▶ **THE TASK**
Read each of the lines below and tally those with "ellipseInPlace"; the tally is the whole answer.

▶ **RECORD EXTRACTS**
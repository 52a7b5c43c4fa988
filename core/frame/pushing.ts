import type { Vec3 } from '../geometry/vector.ts';
import type { BarId, BayLayout, Layout } from '../layout/model.ts';
import type { Holdings } from '../restraint/heldNodes.ts';
import { bayFrame, type FrameOptions } from './bayFrame.ts';
import type { Mechanism } from './model.ts';
import { ellipseInPlace, type SectionAxes, type StiffnessEllipse } from './push.ts';
import { FrameSolver } from './solver.ts';

/** How the bars of a bay move for one newton on a place of one of them. */
export interface PushTest {
  readonly bar: BarId;
  readonly at: number;
  /** Bar in place; null when the place can move without resistance. */
  readonly ellipse: StiffnessEllipse | null;
  /** Displacement in mm for 1 N along the section's x, and along its y. */
  readonly alongX: readonly BarMovement[];
  readonly alongY: readonly BarMovement[];
  readonly mechanisms: readonly Mechanism[];
}

export interface BarMovement {
  readonly bar: BarId;
  readonly points: readonly { readonly at: number; readonly displacement: Vec3 }[];
}

/** Points along each diagonal at which its movement is given. */
const PARTS = 12;

/** @param at mm from end i of the bar, between its ends */
export function pushTest(
  layout: Layout,
  holdings: Holdings,
  bay: BayLayout,
  options: FrameOptions,
  target: { readonly bar: BarId; readonly at: number; readonly axes: SectionAxes },
): PushTest | null {
  const places = new Map(
    bay.diagonals.map((id) => [id, evenPlaces(layout.bars.get(id)?.length ?? 0)] as const),
  );
  places.set(target.bar, [...(places.get(target.bar) ?? []), target.at]);
  const frame = bayFrame(layout, holdings, bay, { ...options, extraPlaces: places });
  const solver = new FrameSolver(frame);
  const node = frame.along.get(target.bar)?.find(({ at }) => Math.abs(at - target.at) <= 1)?.node;
  if (node === undefined) return null;
  const movement = (force: Vec3): readonly BarMovement[] => {
    const x = solver.solve(solver.loadOf([{ node, force }]));
    return bay.diagonals.flatMap((bar): BarMovement[] => {
      const along = frame.along.get(bar);
      if (!along) return [];
      return [
        {
          bar,
          points: along.map(({ at, node: n }) => {
            const [a, b, c] = solver.motionOf(x, n);
            return { at, displacement: [a, b, c] };
          }),
        },
      ];
    });
  };
  return {
    bar: target.bar,
    at: target.at,
    ellipse: ellipseInPlace(solver, node, target.axes),
    alongX: movement(target.axes.x),
    alongY: movement(target.axes.y),
    mechanisms: solver.mechanisms(),
  };
}

/** Places that part a length evenly, its ends left out. */
export const evenPlaces = (length: number): readonly number[] =>
  Array.from({ length: PARTS - 1 }, (_, k) => (length * (k + 1)) / PARTS);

▶ **EXERCISE RESPONSE**
2